I found around 40 blacks today in Northern Summit county.
It's going to be a good year!


----------



## catfish_hunter (May 31, 2005)

Ive got a great woods for Half Frees, and Grey/Yellows...Why am I not finding the black ones?


----------



## Bluefinn (Jan 26, 2007)

Blacks grow in different areas than greys & yellows.


----------



## fishintechnician (Jul 20, 2007)

Bluefinn said:


> Blacks grow in different areas than greys & yellows.
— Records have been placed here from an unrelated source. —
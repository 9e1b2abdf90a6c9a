import { ForbiddenError } from '@casl/ability';
import {
  addDays,
  addMonths,
  calendarDateIn,
  daysBetween,
  DEFAULT_TIME_ZONE,
  havDay,
  inspectionDue,
  VAN_DUE_WINDOW_DAYS,
  type CalendarDate,
  type Overview,
  type OverviewDueItem,
  type OverviewVan,
} from '@heatfleet/domain';
import type { Actor, AppDeps } from '../../app-deps.ts';
import { findFirm } from '../firms/firm-dal.ts';
import { listBatchTotalsExpiringBy, listPlacesHoldingBatches } from '../reminders/reminder-stock-dal.ts';
import { firmBookedJobs } from '../stock/booked-need-service.ts';
import { stockLevels } from '../stock/stock-query-service.ts';
import { vanStockHealth } from './overview-stock.ts';
import {
  countJobsScheduled,
  listActiveVans,
  listAgitationsOn,
  listEngineers,
  listItemDueInputs,
  listLatestReminders,
  listProductsForUsage,
  packsUsedByMonth,
} from './overview-dal.ts';

export const EXPIRY_WINDOW_DAYS = 60;
const USAGE_MONTHS = 12;
const FIRST_FEW = 10;

type MonthUsage = { monthIndex: number; productId: number; packs: number }[];

/**
 * Packs used in months already over, per firm, zone and month. A 'used' movement is written at the
 * moment of use and the ledger is never edited, so a closed month's figure cannot change: only the
 * current month is read each time (the year is read once per process). Bounded, as a cache must be.
 */
const closedMonths = new Map<string, { productId: number; packs: number }[]>();
const CLOSED_MONTHS_MAX = 50_000;

async function usageByMonth(
  deps: AppDeps,
  firmId: number,
  timeZone: string,
  monthStarts: CalendarDate[],
): Promise<MonthUsage> {
  const key = (i: number) => `${firmId}|${timeZone}|${monthStarts[i]}`;
  const closed = monthStarts.length - 2;
  let from = 0;
  while (from < closed && closedMonths.has(key(from))) from += 1;
  const fresh = (
    await packsUsedByMonth(
      deps.db,
      firmId,
      monthStarts.slice(from).map((d) => startOfDayIn(d, timeZone)),
    )
  ).map((u) => ({ ...u, monthIndex: u.monthIndex + from }));
  if (closedMonths.size > CLOSED_MONTHS_MAX) closedMonths.clear();
  for (let i = from; i < closed; i += 1)
    closedMonths.set(
      key(i),
      fresh.filter((u) => u.monthIndex === i).map(({ productId, packs }) => ({ productId, packs })),
    );
  const remembered = Array.from({ length: from }, (_, i) =>
    (closedMonths.get(key(i)) ?? []).map((u) => ({ ...u, monthIndex: i })),
  );
  return [...remembered.flat(), ...fresh];
}

/** The instant a calendar day starts in a time zone (two passes settle the offset across a clock change). */
export function startOfDayIn(day: CalendarDate, timeZone: string): Date {
  const fmt = new Intl.DateTimeFormat('en-GB', {
    timeZone,
    hourCycle: 'h23',
    year: 'numeric',
    month: '2-digit',
    day: '2-digit',
    hour: '2-digit',
    minute: '2-digit',
    second: '2-digit',
  });
  const offsetAt = (t: number) => {
    const p = Object.fromEntries(fmt.formatToParts(new Date(t)).map((x) => [x.type, x.value]));
    return (
      Date.UTC(Number(p.year), Number(p.month) - 1, Number(p.day), Number(p.hour), Number(p.minute), Number(p.second)) -
      t
    );
  };
  const wall = Date.parse(`${day}T00:00:00Z`);
  let t = wall - offsetAt(wall);
  t = wall - offsetAt(t);
  return new Date(t);
}

/** Every lot held somewhere that is out of date within the window, and the places of the first few shown. */
async function expiringBatches(deps: AppDeps, firmId: number, today: CalendarDate) {
  const all = await listBatchTotalsExpiringBy(deps.db, firmId, addDays(today, EXPIRY_WINDOW_DAYS));
  const placesOf = await listPlacesHoldingBatches(
    deps.db,
    firmId,
    all.slice(0, FIRST_FEW).map((b) => b.batchId),
  );
  return { all, placesOf };
}

function nextDueOf(
  van: { mot_due_on: string | null; service_due_on: string | null },
  today: CalendarDate,
): OverviewVan['nextDue'] {
  const dues = [
    { what: 'MOT' as const, on: van.mot_due_on },
    { what: 'service' as const, on: van.service_due_on },
  ].filter((d): d is { what: 'MOT' | 'service'; on: string } => d.on !== null);
  dues.sort((a, b) => a.on.localeCompare(b.on));
  const first = dues[0];
  if (!first) return null;
  const daysLeft = daysBetween(today, first.on);
  return {
    ...first,
    daysLeft,
    state:
      daysLeft < 0 ? ('overdue' as const) : daysLeft <= VAN_DUE_WINDOW_DAYS ? ('due_soon' as const) : ('ok' as const),
  };
}

/**
 * The owner's overview of the firm in one answer. Each part is one aggregate query for the whole
 * firm (none per van or per item), run side by side; on-hand comes from the balances, never the ledger.
 */
export async function getOverview(deps: AppDeps, actor: Actor): Promise<Overview> {
  ForbiddenError.from(actor.ability).throwUnlessCan('read', 'Stock');
  const firm = await findFirm(deps.db, actor.firmId);
  const timeZone = firm?.time_zone ?? DEFAULT_TIME_ZONE;
  const today = calendarDateIn(deps.clock.now(), timeZone);
  const monthStart = `${today.slice(0, 7)}-01`;
  const firstUsageMonth = addMonths(monthStart, -(USAGE_MONTHS - 1));
  const monthStarts = Array.from({ length: USAGE_MONTHS + 1 }, (_, i) => addMonths(firstUsageMonth, i));
  const canSeeReminders = actor.ability.can('read', 'Reminder');
  // An engineer sees their own vibration points; the office sees every engineer's.
  const havOf = actor.role === 'engineer' ? actor.memberId : undefined;

  const [vans, levels, items, batches, jobs, usage, products, reminders, engineers, agitations] = await Promise.all([
    listActiveVans(deps.db, actor.firmId),
    stockLevels(
      deps.db,
      actor.firmId,
      today,
      {},
      firmBookedJobs(deps.db, actor.firmId, today).then((booked) => booked.packs),
    ),
    listItemDueInputs(deps.db, actor.firmId),
    expiringBatches(deps, actor.firmId, today),
    countJobsScheduled(deps.db, actor.firmId, monthStart, addMonths(monthStart, 1)),
    usageByMonth(deps, actor.firmId, timeZone, monthStarts),
    listProductsForUsage(deps.db, actor.firmId),
    canSeeReminders ? listLatestReminders(deps.db, actor.firmId, FIRST_FEW) : Promise.resolve(null),
    listEngineers(deps.db, actor.firmId),
    listAgitationsOn(deps.db, actor.firmId, today, havOf),
  ]);

  const stockByVan = vanStockHealth(levels, products);
  const vanRows = vans.map((v): OverviewVan => ({
    id: v.id,
    name: v.name,
    registration: v.registration,
    engineerName: v.engineer_name,
    stock: stockByVan(v.id),
    motDueOn: v.mot_due_on,
    serviceDueOn: v.service_due_on,
    nextDue: nextDueOf(v, today),
  }));

  const dueItems = items
    .map((i) => {
      const due = inspectionDue(
        { intervalDays: i.interval_days, intervalUses: i.interval_uses, dueSoonDays: i.due_soon_days },
        {
          lastInspectedOn: i.last_inspected_on,
          inServiceSince: i.in_service_since,
          usesSinceInspection: Number(i.uses_since_inspection ?? 0),
        },
        today,
      );
      return {
        id: i.id,
        assetTag: i.asset_tag,
        kindName: i.kind_name,
        locationName: i.location_name,
        state: due.state,
        dueOn: due.dueOn,
        usesLeft: due.usesLeft,
        reason: due.reason,
      };
    })
    .filter((i): i is OverviewDueItem => i.state === 'overdue' || i.state === 'due_soon')
    .sort((a, b) => (a.dueOn ?? '9999').localeCompare(b.dueOn ?? '9999') || a.assetTag.localeCompare(b.assetTag));
  const overdue = dueItems.filter((i) => i.state === 'overdue');
  const dueSoon = dueItems.filter((i) => i.state === 'due_soon');

  const productById = new Map(products.map((p) => [p.id, p]));
  const litres = monthStarts.slice(0, USAGE_MONTHS).map(() => new Map<string, number>());
  for (const u of usage) {
    const product = productById.get(u.productId);
    const month = litres[u.monthIndex];
    if (!month || !product) continue;
    month.set(product.kind, (month.get(product.kind) ?? 0) + (u.packs * product.pack_size_ml) / 1000);
  }
  // Kinds as a list, in a fixed order, so every month reads the same way.
  const months = monthStarts.slice(0, USAGE_MONTHS).map((start, i) => {
    const byKind = [...(litres[i] ?? new Map<string, number>())]
      .map(([kind, l]) => ({ kind, litres: round2(l) }))
      .sort((a, b) => a.kind.localeCompare(b.kind));
    return { month: start.slice(0, 7), byKind, totalLitres: round2(byKind.reduce((n, k) => n + k.litres, 0)) };
  });

  const byEngineer = new Map<number, { magnitudeMs2: number | null; minutes: number }[]>();
  for (const a of agitations ?? []) byEngineer.set(a.memberId, [...(byEngineer.get(a.memberId) ?? []), a]);
  const hav =
    agitations === null
      ? null
      : engineers
          .filter((e) => havOf === undefined || e.member_id === havOf)
          .map((e) => ({ memberId: e.member_id, name: e.name, ...havDay(byEngineer.get(e.member_id) ?? []) }))
          .sort((a, b) => b.points - a.points || a.name.localeCompare(b.name));

  return {
    today,
    timeZone,
    vans: vanRows,
    vansDue: vanRows.filter((v) => v.nextDue && v.nextDue.state !== 'ok').length,
    kit: {
      overdueCount: overdue.length,
      dueSoonCount: dueSoon.length,
      overdue: overdue.slice(0, FIRST_FEW),
      dueSoon: dueSoon.slice(0, FIRST_FEW),
    },
    expiringBatches: {
      withinDays: EXPIRY_WINDOW_DAYS,
      count: batches.all.length,
      packs: batches.all.reduce((n, b) => n + b.packs, 0),
      batches: batches.all
        .slice(0, FIRST_FEW)
        .map((b) => ({ ...b, expired: b.expiresOn < today, places: batches.placesOf.get(b.batchId) ?? [] })),
    },
    jobsThisMonth: { month: today.slice(0, 7), ...jobs },
    usageByMonth: months,
    reminders,
    hav: hav && { day: today, engineers: hav },
  };
}

function round2(n: number) {
  return Math.round(n * 100) / 100;
}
maybe that why I never find them....what areas do they prefer?


----------



## jiggineyes22 (Mar 4, 2008)

the woods i mostly pick have greys,yellows,blacks,and peckers but they all grow in slightly different locations. I cant exactly explain the area where i get the most blacks except it's on the highest ridge of the property and faces the morning sun. It was the only place where the may apples were full so I always look for that. There are some cherries and a couple poplar trees around where i get them. The greys I usually get around cherry trees and the yellows i get around elm and apple


----------



## fatkid (Oct 14, 2006)

found 2 blacks today in northern stark south summit


----------



## fishintechnician (Jul 20, 2007)

found two yellows and one black in marion county last night...hopefully the forecasted rain and warmer temps hold true...alot of my spots seem too dry. The woods and everything looks right just no shrooms


----------



## catfish_hunter (May 31, 2005)

still nothing today in northern coshocton county!


----------



## tadluvadd (Feb 19, 2012)

found one yellow in knox county.we need a rain.


----------



## catfish_hunter (May 31, 2005)

I finally found 2 mushrooms today, 1 grey and 1 spike...If we could get a good soak and some warmer temps I think they would be all over the place...Probably gunna take another week or so for most of us in NE OH...


----------



## firstflight111 (May 22, 2008)

i have what i think are great spots for shrooms ..but never find them


----------



## fatkid (Oct 14, 2006)

picked about 20 blacks so far and 1 grey . found about 3 little yellows . these were all in n stark county . WE NEED RAIN . i think if we get the rain this next weak it will so be on hear in ne ohio


----------